Жить рядом с бабушкой и предаваться внутренним борениям оказалось
немыслимо. Можно ли было целыми днями бить баклуши под ее орлиным оком? Чем
заметнее была моя растерянность, тем утомительнее становились ее выговоры,
пока, наконец, я больше уже не мог выносить разоблачений этой дамы - неужто
она не замечала, что я и сам себе не давал спуску и вовсе не гордился своей
праздностью? Я решил, что обойдусь без комфортабельных апартаментов,
переберусь в мансарду и буду жить так же, как мои товарищи. Лишь только я
упомянул о переезде, бабушка тотчас же стала меня задабривать, но я был
тверд: мансарда и независимая бедность гораздо больше отвечали моему
тогдашнему умонастроению.
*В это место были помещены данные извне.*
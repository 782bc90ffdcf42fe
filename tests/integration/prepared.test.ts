import { afterAll, beforeAll, expect, it } from 'vitest';
import { database } from '../../src/server/db/pools';
import { asActor, asIngest } from '../../src/server/db/transaction';
import { siteRefs } from '../../src/server/queries/visible-site';
import { testDatabase, type TestDatabase } from '../support/database';
import { testFleet } from '../support/fleet';

/** Statements that are prepared because they come again. */

let db: TestDatabase;
beforeAll(async () => {
  db = await testDatabase();
});
afterAll(() => db.drop());

const asked = `select tried.n, tried.text as "text", '${'a statement as long as those of pages are '.repeat(4)}' as words
  from tried where tried.n = :n::int4`;

it('are planned once, see who asks each time, and come back where the schema has changed', async () => {
  await db.owner
    .query(`create table tried (n int4, text text); insert into tried values (1, 'one'), (2, 'two');
    grant select on tried to public`);
  const ask = (n: number) =>
    asIngest(async (tx) => (await tx.raw<{ rows: { text: unknown }[] }>(asked, { n })).rows[0]?.text);
  for (let i = 0; i < 6; i++) expect(await ask(1 + (i % 2))).toBe(i % 2 === 0 ? 'one' : 'two');
  const { rows } = await database('ingest').raw<{ rows: { n: number }[] }>(
    `select count(*)::int as n from pg_prepared_statements where statement like '%a statement as long%'
     and statement not like '%pg_prepared_statements%'`,
  );
  expect(rows[0]?.n).toBe(1);

  await db.owner.query(`alter table tried alter text type int4 using n; alter table tried alter n type int8`);
  await expect(ask(1)).rejects.toMatchObject({ code: '0A000' });
  for (let i = 0; i < 6; i++) expect(await ask(1)).toBe(1);
});

it('show each actor their own', async () => {
  const fleet = await testFleet(db, ['Weirside Clinic']);
  const site = fleet.site('Weirside Clinic');
  const mine = await fleet.actor('analyst@lowfield.example');
  const stranger = await fleet.actor('manager@harbourline.example');
  const padded = (actor: typeof mine) =>
    asActor(actor, async (tx) => {
      const { rows } = await tx.raw<{ rows: { ref: string }[] }>(
        `select site.ref, '${'walls hold for statements that are prepared as well '.repeat(4)}' as words from site where id = :id`,
        { id: site.id },
      );
      return rows.map((r) => r.ref);
    });
  const { id } = site;
  const expected = (await asIngest((tx) => siteRefs(tx, [id]))).map((r) => r.ref);
  for (let i = 0; i < 6; i++) {
    expect(await padded(mine)).toEqual(expected);
    expect(await padded(stranger)).toEqual([]);
  }
});
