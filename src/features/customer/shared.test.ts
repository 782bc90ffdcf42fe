import fc from 'fast-check';
import { describe, expect, it } from 'vitest';
import type { SharedNow } from '../../schemas/api/share';
import { yearCard } from './cards';
import { customerWords } from '../../words/customer-sentences';

const AT = '2026-12-01T14:30:00.000Z';
const CARE = { organisation: 'Lowfield Solar Works' };
const TODAY = { energy: 118_000, clearEnergyUntilNow: 128_000 };
const count = fc.integer({ min: 0, max: 96 });
const now: fc.Arbitrary<SharedNow> = fc.record({
  at: fc.constant(AT),
  stage: fc.constantFrom('commissioning', 'operating'),
  modules: fc.constant(96),
  reporting: fc.constantFrom(0, 48, 96),
  passing: count,
  shutdown: count,
  unheard: fc.integer({ min: 0, max: 20 }),
  silent: fc.integer({ min: 0, max: 20 }),
  dark: count,
  stuck: fc.constantFrom(0, 0, 1, 5),
  notShuttingDown: fc.constantFrom(0, 0, 1, 7),
  unconfirmed: fc.constantFrom(0, 1, 3),
  stringsNotShuttingDown: fc.constantFrom(0, 0, 1),
  power: fc.constantFrom(null, 0, 31_000),
  madeLast: fc.constantFrom(null, { power: 26_300, at: AT }),
  daylight: fc.boolean(),
  loggers: fc.constantFrom(0, 2),
  quietLoggers: fc.constantFrom(0, 1, 2),
  lastSpokeAt: fc.constantFrom(null, AT),
  zones: fc.constant(1),
  commands: fc.constantFrom(
    [],
    [{ inForce: 'initiator' as const, since: AT }],
    [{ inForce: 'power_lost' as const, since: AT }],
  ),
  inShutdownSince: fc.constantFrom(null, AT),
  inverters: fc.record({
    total: fc.constantFrom(0, 3),
    gridLost: fc.constantFrom(0, 1, 3),
    fault: fc.constantFrom(0, 1),
    limited: fc.constantFrom(0, 1),
  }),
});

describe('the sentences of a shared page', () => {
  it('speak to nobody as the owner, and bid nobody call or act', () => {
    fc.assert(
      fc.property(now, (state) => {
        const words = customerWords(state, TODAY, 'UTC', CARE, 'anybody');
        const all = [words.heading, ...words.sentences].join(' ');
        expect(all).not.toMatch(/\byou(r|rs)?\b/i);
        expect(all).not.toMatch(/\bcall\b/i);
      }),
    );
  });
  it('caution as on the owner’s page, in every state', () => {
    fc.assert(
      fc.property(now, (state) => {
        const shared = customerWords(state, TODAY, 'UTC', CARE, 'anybody');
        const owner = customerWords(state, TODAY, 'UTC', CARE);
        expect(shared.caution).toEqual(owner.caution);
        expect(shared.heading.toLowerCase()).toBe(
          owner.heading
            .toLowerCase()
            .replace('your modules', 'the modules')
            .replaceAll('your roof', 'this roof'),
        );
      }),
    );
  });
});

describe('the year', () => {
  const life = {
    from: '2025-08-04',
    countedFrom: null as string | null,
    energy: 1,
    workingTime: 1,
    lostMinutes: 0,
    lostMinutesGrid: 0,
    completeness: 1,
  };
  const year = { first: '2026-01-01', energy: 56_200_000 };
  it('runs from its first day', () => {
    expect(yearCard(year, life)).toMatchObject({ label: '2026', note: 'since the first of January' });
  });
  it('runs from switch-on or from the first readings where these came within it', () => {
    expect(yearCard(year, { ...life, from: '2026-03-12' }).note).toBe('since 12 March 2026');
    expect(yearCard(year, { ...life, countedFrom: '2026-03-06' }).note).toBe('since 6 March 2026');
  });
  it('has no figure before switch-on', () => {
    expect(yearCard(null, null)).toMatchObject({ figure: '–', note: 'not switched on yet' });
  });
});
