import { setTimeout as sleep } from 'node:timers/promises';
import pg from 'pg';
import { afterAll, beforeAll, expect, it } from 'vitest';
import { WebSocket } from 'ws';
import type { LiveMessage } from '../../src/schemas/live';
import { paths } from '../../src/schemas/paths';
import { openSession } from '../../src/server/auth/sessions';
import { startLive, stopLive } from '../../src/server/live/service';
import { testDatabase, type TestDatabase } from '../support/database';
import { testFleet } from '../support/fleet';
import { Inbox, openSockets, until, type Sockets } from '../support/ingest';

let db: TestDatabase;
let sockets: Sockets;
let ws: WebSocket;
let inbox: Inbox<LiveMessage>;
let siteId = 0;

beforeAll(async () => {
  db = await testDatabase();
  const fleet = await testFleet(db, ['Old Tannery Market Hall']);
  const site = fleet.site('Old Tannery Market Hall');
  siteId = site.id;
  await startLive();
  sockets = await openSockets();
  const person = fleet.seeded.people.get('analyst@lowfield.example')?.id ?? 0;
  const cookie = (await openSession(person, false)).split(';')[0] ?? '';
  ws = new WebSocket(`${sockets.url}${paths.live()}`, { headers: { cookie } });
  inbox = new Inbox<LiveMessage>(ws);
  await new Promise((resolve) => ws.once('open', resolve));
  ws.send(JSON.stringify({ type: 'subscribe', topic: `site:${site.ref}` }));
  await inbox.next('snapshot');
});
afterAll(async () => {
  ws.terminate();
  await stopLive();
  await sockets.close();
  await db.drop();
});

it('a browser hears every few seconds that the database answers, and nothing while a reading of it hangs', async () => {
  for (const _ of [1, 2]) {
    const { change } = await inbox.next('delta', () => true, 6500);
    expect(change).toEqual({});
  }
  const other = new pg.Client(db.url);
  await other.connect();
  await other.query('begin');
  await other.query('lock table event in access exclusive mode');
  try {
    await db.owner.query(
      `select pg_notify('changed', json_build_object('sites', json_build_array($1::int4))::text)`,
      [siteId],
    );
    await sleep(6000);
    const heard = inbox.all.length;
    await sleep(7000);
    expect(inbox.all).toHaveLength(heard);
  } finally {
    await other.query('rollback');
    await other.end();
  }
  const heard = inbox.all.length;
  await until(async () => inbox.all.length > heard, 'it is told again', 8000);
});
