import { afterAll, beforeAll, describe, expect, it } from 'vitest';
import type { Actor } from '../../src/domain/access/permissions';
import { GET as csvRoute } from '../../src/pages/api/sites/[site]/design.csv';
import { siteDesign as shape } from '../../src/schemas/api/design';
import { asActor } from '../../src/server/db/transaction';
import { designFindings, siteDesign } from '../../src/server/services/design-findings';
import { testDatabase, type TestDatabase } from '../support/database';
import { ask } from '../support/endpoint';
import { testFleet, type TestFleet } from '../support/fleet';

const HALL = 'Old Tannery Market Hall';
const GALLERY = 'Coopers Wharf Gallery';
const NETLOFT = 'Netloft Terrace';
const NOW = new Date();

let db: TestDatabase;
let fleet: TestFleet;
let technician: Actor;
let stranger: Actor;

beforeAll(async () => {
  db = await testDatabase();
  fleet = await testFleet(db, [HALL, GALLERY, NETLOFT]);
  technician = await fleet.actor('technician@lowfield.example');
  stranger = await fleet.actor('manager@harbourline.example');
});
afterAll(() => db.drop());

const of = (name: string, actor = technician, at = NOW) =>
  asActor(actor, (tx) => designFindings(tx, fleet.site(name).id, at));
const exceeded = async (name: string) =>
  (await of(name)).findings.filter((f) => f.outcome === 'exceeded').map((f) => f.check);

describe('design checks of a site', () => {
  it('are made with the site’s own temperatures and the types of its catalogue', async () => {
    const design = shape.parse(await of(HALL));
    expect(design).toMatchObject({ strings: 13, structure: 'other_building', stringsWithoutSlots: [] });
    expect(design.temperatures.coldest.from).toBe('entered');
    expect(design.findings.filter((f) => f.outcome === 'exceeded' || f.outcome === 'cannot_tell')).toEqual(
      [],
    );
    const building = design.findings.filter((f) => f.check === 'string_voltage_building');
    expect(building.flatMap((f) => f.strings)).toHaveLength(13);
    // 17 modules of 49.3 V, −0.27 %/K: the longest string of the hall
    const { value } = design.temperatures.coldest;
    expect(Math.max(...building.map((f) => f.value ?? 0))).toBeCloseTo(
      17 * 49.3 * (1 - 0.0027 * (value - 25)),
      3,
    );
  });

  it('name a connector pair that no document allows, until a manager records one', async () => {
    expect(await exceeded(GALLERY)).toEqual(['connector_module_unit']);
    await db.owner.query(
      `insert into connector_pair (organisation_id, first_id, second_id, evidence, recorded_by)
       select a.organisation_id, least(a.id, b.id), greatest(a.id, b.id), 'Joint statement, edition 2, page 4', $1
       from connector_type a join connector_type b on b.organisation_id = a.organisation_id
       where a.name = 'Halyard 4' and b.name = 'Oxbow 30' and a.organisation_id = $2`,
      [technician.personId, technician.organisationId],
    );
    expect(await exceeded(GALLERY)).toEqual([]);
  });

  it('follow the as-built at the instant asked for', async () => {
    const { id } = fleet.site(HALL);
    await db.owner.query(
      `update placement p set placed_to = $1 from slot sl join string s on s.id = sl.string_id
       where p.slot_id = sl.id and s.site_id = $2 and s.name = 'B3' and sl.position in (5, 9)`,
      [NOW, id],
    );
    const [found] = (await of(HALL)).findings;
    expect(found).toMatchObject({ check: 'slots_without_unit', outcome: 'exceeded', value: 2, safety: true });
    expect(found?.strings.map((s) => s.name)).toEqual(['B3']);
    const before = await of(HALL, technician, new Date(NOW.getTime() - 60_000));
    expect(before.findings.filter((f) => f.outcome === 'exceeded')).toEqual([]);
  });

  it('can’t tell where an inverter has no type or temperatures are only estimated', async () => {
    const { id } = fleet.site(GALLERY);
    await db.owner.query(`update inverter set inverter_type_id = null where site_id = $1`, [id]);
    await db.owner.query(`update site set temperature_min = null, temperature_max = null where id = $1`, [
      id,
    ]);
    const design = await of(GALLERY);
    expect(design.temperatures.coldest.from).toBe('estimated');
    expect(design.findings.filter((f) => f.outcome === 'cannot_tell').map((f) => f.check)).toContain(
      'string_voltage_inverter',
    );
  });

  it('are not there for another organisation', async () => {
    await expect(of(HALL, stranger)).rejects.toMatchObject({ kind: 'not_found' });
    await expect(asActor(stranger, (tx) => siteDesign(tx, fleet.site(HALL).ref, NOW))).rejects.toMatchObject({
      kind: 'not_found',
    });
    const own = await of(NETLOFT, stranger);
    expect(own.structure).toBe('one_or_two_family_dwelling');
    expect(own.findings.find((f) => f.check === 'string_voltage_building')?.limit).toBe(600);
  });

  it('go out as CSV', async () => {
    const response = await ask(csvRoute, {
      actor: technician,
      params: { site: fleet.site(HALL).ref },
      path: '/api/x?show=exceeded',
    });
    const lines = (await response.text()).trim().split('\r\n');
    expect(lines[0]).toContain('outcome,check,strings,figure,limit,unit');
    expect(lines).toHaveLength(2);
    expect(lines[1]).toContain('Slots without a unit');
  });
});
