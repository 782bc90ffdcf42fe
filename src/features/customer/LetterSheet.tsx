import { useState } from 'react';
import { Segmented } from '../../components/ui/Segmented';
import { Sheet } from '../../components/ui/Sheet';
import { ApiError, api } from '../../lib/api';
import type { LetterChoice } from '../../schemas/api/customer';
import { paths } from '../../schemas/paths';
import { letterSheet } from '../../words/customer';

type Shown = 'none' | 'week' | 'month';
const CHOICES = [
  { value: 'none', label: letterSheet.noLetter },
  { value: 'week', label: letterSheet.eachWeek },
  { value: 'month', label: letterSheet.eachMonth },
] as const;
const SAYS: Record<Shown, string> = {
  none: letterSheet.noLetterIsSent,
  week: letterSheet.weeklyComes,
  month: letterSheet.monthlyComes,
};

/** What the roof made, by mail, as often as its owner wants. */
export function LetterSheet({ siteId, initial }: { siteId: string; initial: LetterChoice['every'] }) {
  const [every, setEvery] = useState<Shown>(initial ?? 'none');
  const [says, setSays] = useState<string>(SAYS[initial ?? 'none']);
  const choose = async (wanted: Shown): Promise<void> => {
    const before = every;
    setEvery(wanted);
    try {
      const body: LetterChoice = { every: wanted === 'none' ? null : wanted };
      await api(paths.api.customerLetter(siteId), { method: 'PUT', body });
      setSays(SAYS[wanted]);
    } catch (error) {
      setEvery(before);
      setSays(
        error instanceof ApiError ? letterSheet.notChanged(error.message) : letterSheet.notChangedTryAgain,
      );
    }
  };
  return (
    <Sheet id="letter" title={letterSheet.title} className="no-print">
      <Segmented
        label={letterSheet.howOften}
        name="letter"
        options={CHOICES}
        value={every}
        onChange={(wanted) => void choose(wanted)}
      />
      <p role="status" className="mt-2 text-ink-2">
        {says}
      </p>
    </Sheet>
  );
}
Она, конечно, сочла мои слова пустой угрозой и
была обижена и удивлена, когда я привел их в исполнение и перевез свои
немногочисленные пожитки на улицу Боз-Ар, где, правду сказать, неизменно
испытывал острую нехватку денег. Стоило мне нанести визит врачу, как вся моя
наличность улетучивалась и я влезал в долги до следующего дня выплаты
процентов со все еще остававшегося у меня крохотного капитала, дававшего не
более ста фунтов в год. Вырвавшись, я почувствовал себя гораздо лучше и стал
осматриваться и подыскивать себе литературный заработок или заказы на
рисунки.
Мне повезло, что в Париже у меня было много знакомых: и французов, и
англичан - и, обронив словцо там и сям, я мог набрать немного небольших
заказов. Я переводил, печатал гравюры и тому подобное, хватало лишь свести
концы с концами, но тогда меня это не огорчало. В этом "тогда" была вся
суть. Мне стукнуло двадцать четыре года, а вам, наверное, известно, что
обычно происходит с молодыми людьми этого возраста. Они полны грандиозных
планов на счет того, чего при всем своем желании не могут себе позволить,
сюда относятся, как правило, и матримониальные намерения, требующие
чертовски больших средств. Мне было ясно, что в близком будущем мне
перестанет хватать тех жалких денег, которые я зарабатывал, и нужно
подыскать более серьезную и твердую прибавку к моему маленькому доходу.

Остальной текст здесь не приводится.